There are multiple options for increasing your cat’s fibre intake. Special diets are available from your vet, and there are many nutritional supplements that can be purchased via prescription or over the counter. Speak to your vet about the best option for your feline friend. High fibre diets help to bulk out the faeces, increasing motility of the gastrointestinal tract and colon and increase the ability of the bowel to absorb water into faecal material.

4. Increase activity and play

Movement is great for getting the GI tract moving! Encourage play, try new toys and have fun with your pet. Healthy and active cats are less likely to get constipated. Cats who regularly move are less likely to be obese, which is one of the causes of constipation. Sedentary cats might not always just be lazy, if you’ve got a cat who isn’t interested in playing or moving - get a check and ensure there aren’t any health problems occurring.

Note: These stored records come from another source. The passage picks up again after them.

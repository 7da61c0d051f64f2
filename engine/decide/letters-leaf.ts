import type { Budget } from '../arith/budget';
import { factor } from '../arith/factor';
import { isOddInt, moduloFour, xorInt, type Int } from '../arith/int';
import { valuation } from '../arith/valuation';
import type { Expression } from '../expression/expression';
import { primeField } from '../field/prime-field';
import type { Rational } from '../field/rational';
import { primeResidueField } from '../place/prime-residue-field';
import { localEntry, primeUnits } from '../place/rational-place';
import { evaluate } from '../ring/evaluate';
import { classedUnit, fieldUnits } from '../ring/field-units';
import { lettersRing } from '../ring/letters-ring';
import { residueClassRing, type ResidueClass, type UnitGroup } from '../ring/residue-class-ring';
import { isZeroModEta, isZeroModH, type SignClass } from '../ring/sign-ring';
import { tabledRing } from '../ring/tabled-ring';
import { forEachEntry, type Term } from '../ring/term';
import { countBits, wordRing } from '../ring/word-ring';
import { writeResidueClass } from '../ring/write-residue-class';
import { total, zeroExpression } from '../ring/write-word';
import { writeWord } from './letters-words';

/** A constant times a product of marks, letters that stand for uniformizers; exponents by the place of the mark. */
export interface MarkedConstant {
  readonly constant: Rational;
  readonly marks: readonly bigint[];
}

/** A coefficient of a word in marks that is not zero. */
export interface LeafDifference {
  readonly degree: number;
  /** The degree of the coefficient itself. */
  readonly own: number;
  /** The prime at which a last residue was taken; absent for the signs. */
  readonly prime?: bigint;
  readonly zeroModEta: boolean;
  readonly zeroModH: boolean;
  /** The same coefficient for a part of the terms. */
  value(terms: readonly Term<number>[]): Expression;
}

/** A sum of terms at the end of a chain: every entry is a constant of ℚ, or of 𝔽_p, times marks. */
export interface Leaf {
  readonly characteristic: bigint;
  readonly terms: readonly Term<number>[];
  entryAt(place: number): MarkedConstant;
  readonly markCount: number;
}

/**
 * The coefficients that are not zero, of the words that hold all marks. Marks are independent letters, so a coefficient is zero
 * iff its class in K^MW of the constants is; over ℚ the residues at all primes and the signs see that class (J. Milnor,
 * Introduction to Algebraic K-Theory, §11; J. Milnor, D. Husemoller, Symmetric Bilinear Forms, IV.2; together by the pull-back
 * theorem, F. Morel, Comment. Math. Helv. 79, 2004).
 */
export function leafDifferences(leaf: Leaf, budget: Budget): readonly LeafDifference[] {
  const { characteristic: p } = leaf;
  if (p === 0n) return [...signDifferences(leaf, budget), ...primeDifferences(leaf, budget)];
  const field = primeField(p);
  const units = fieldUnits(field);
  const minusOne = classedUnit(field, field.negate(field.one));
  const ring = tabledRing(lettersRing(residueClassRing(units), minusOne, budget), (place) => {
    const { constant, marks } = leaf.entryAt(place);
    return { unit: classedUnit(field, constant.num), exponents: exponentsOf(marks) };
  });
  const evaluated = (terms: readonly Term<number>[]) => evaluate(terms, ring, budget);
  const write = (degree: number, value: ResidueClass<bigint> | undefined) => writeResidueClass(field, degree, value);
  return residueDifferences(leaf.terms, evaluated, allMarks(leaf.markCount), units, write, {});
}

const allMarks = (count: number): bigint => (1n << BigInt(count)) - 1n;

/** By signs: ℚ^× → ±1 gives the part of K^MW(ℚ) that residues do not see, words in −1 and η. */
function signDifferences({ terms, entryAt, markCount }: Leaf, budget: Budget): readonly LeafDifference[] {
  const ring = tabledRing(wordRing('zero', budget), (place) => {
    const { constant, marks } = entryAt(place);
    return { negative: constant.num < 0n, exponents: exponentsOf(marks) };
  });
  const marks = allMarks(markCount);
  const found: LeafDifference[] = [];
  for (const [degree, words] of evaluate(terms, ring, budget))
    for (const [mask, b] of words) {
      if ((mask & marks) !== marks) continue;
      const own = degree - countBits(mask);
      const write = (value: SignClass | undefined): Expression =>
        value === undefined ? zeroExpression : total(writeWord([], own, 0n, value));
      found.push({
        degree,
        own,
        zeroModEta: isZeroModEta(own, b),
        zeroModH: isZeroModH('zero', own, b),
        value: (part) => write(evaluate(part, ring, budget).get(degree)?.get(mask)),
      });
    }
  return found;
}

/** The residues at the primes of the constants, with one more mark for the prime. */
function primeDifferences({ terms, entryAt, markCount }: Leaf, budget: Budget): readonly LeafDifference[] {
  const primes = new Set<bigint>();
  for (const place of placesOf(terms)) {
    const { num, den } = entryAt(place).constant;
    for (const n of [num, den]) for (const { prime } of factor(n, budget)) primes.add(prime);
  }
  return [...primes]
    .sort((a, b) => (a < b ? -1 : 1))
    .flatMap((p) => {
      const order = ({ num, den }: Rational): number => valuation(num, p).exponent - valuation(den, p).exponent;
      const ramified = terms.filter((term) => [...placesOf([term])].some((at) => order(entryAt(at).constant) !== 0));
      const units = primeUnits(p);
      const minusOne = { unit: units.minusOne, squareClass: units.classOfMinusOne };
      const ring = tabledRing(lettersRing(residueClassRing(units), minusOne, budget), (place) => {
        const { constant, marks } = entryAt(place);
        const { unit, squareClass, valuation: n } = localEntry(constant, p, order(constant));
        return { unit: { unit, squareClass }, exponents: exponentsOf([...marks, BigInt(n)]) };
      });
      const evaluated = (part: readonly Term<number>[]) => evaluate(part, ring, budget);
      const write = (degree: number, value: ResidueClass<Int> | undefined) =>
        writeResidueClass(primeResidueField(p), degree, value);
      return residueDifferences(ramified, evaluated, allMarks(markCount + 1), units, write, { prime: p });
    });
}

function residueDifferences<E>(
  terms: readonly Term<number>[],
  evaluated: (terms: readonly Term<number>[]) => ReadonlyMap<number, ReadonlyMap<bigint, ResidueClass<E>>>,
  marks: bigint,
  units: UnitGroup<E>,
  write: (degree: number, value: ResidueClass<E> | undefined) => Expression,
  at: { readonly prime?: bigint },
): readonly LeafDifference[] {
  const found: LeafDifference[] = [];
  for (const [degree, words] of evaluated(terms))
    for (const [mask, { unit, rank, squareClass }] of words) {
      if ((mask & marks) !== marks) continue;
      const own = degree - countBits(mask);
      // signed discriminant: for rank 2 modulo 4 it is −1 times the determinant
      const twist = unit === undefined && moduloFour(rank) === 2 ? units.classOfMinusOne : 0;
      found.push({
        degree,
        own,
        ...at,
        zeroModEta: unit === undefined && (own < 0 || rank === 0),
        zeroModH: !isOddInt(rank) && xorInt(squareClass, twist) === 0,
        value: (part) => write(own, evaluated(part).get(degree)?.get(mask)),
      });
    }
  return found;
}

/** The places of the entries that occur in terms. */
export function placesOf(terms: readonly Term<number>[]): ReadonlySet<number> {
  const places = new Set<number>();
  for (const term of terms) forEachEntry(term, (place) => void places.add(place));
  return places;
}

const exponentsOf = (marks: readonly bigint[]): ReadonlyMap<number, bigint> =>
  new Map(marks.flatMap((e, i) => (e === 0n ? [] : [[i, e] as const])));
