import type { Budget } from '../arith/budget';
import type { Element } from '../expression/element';
import type { Expression } from '../expression/expression';
import { Refusal } from '../expression/refusal';
import type { AskedPlace } from './asked-place';
import type { DecidableField } from './decidable-field';
import type { ResiduesOutcome } from './outcome';

/**
 * Residues and specialisations of a class (F. Morel, LNM 2052, ch. 3): at the places asked for, or at every place where the class
 * ramifies. A uniformizer goes with exactly one place.
 */
export function residues(
  field: DecidableField,
  expression: Expression,
  options: { readonly places?: readonly AskedPlace[]; readonly uniformizer?: Element },
  budget: Budget,
): ResiduesOutcome {
  if (field.residues === undefined)
    throw new Refusal(
      'place',
      `Residues are taken along discrete valuations, and ${field.name} is given without any. Choose Q or a field of rational functions.`,
    );
  return field.residues(expression, options.places, options.uniformizer, budget);
}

Medical treatments for cat constipation

If your cat is regularly experiencing constipation, or showing signs of illness seek veterinary advice as soon as you can. Lots of conditions can be successfully managed or treated, but they must be caught early. Your vet will perform a full clinical exam to narrow down the causes of constipation, but may suggest further investigations like bloodwork or imaging. Treatment varies between conditions, and there is no one-size-fits-all remedy.

Your vet may need to do one or more of the following treatments to help your cat get back to normal:

  • Intravenous fluid therapy given via a drip to rehydrate your pet
  • Manual removal of faecal material in the colon, as an enema
  • Administration of laxatives. Laxatives increase motility through the colon and GI tract. These can be given directly into the anus and colon, or may be prescribed as oral medication to give at home.

Constipation isn’t always avoidable, but ensuring your cat’s health is the best it can be may reduce the chances of this happening. Ensure a good quality diet, fresh water and a suitable litter tray are always available - and keep your cat lean and active! These simple steps will reduce the chances of your pet needing regular vet trips for the stinkiest of problems.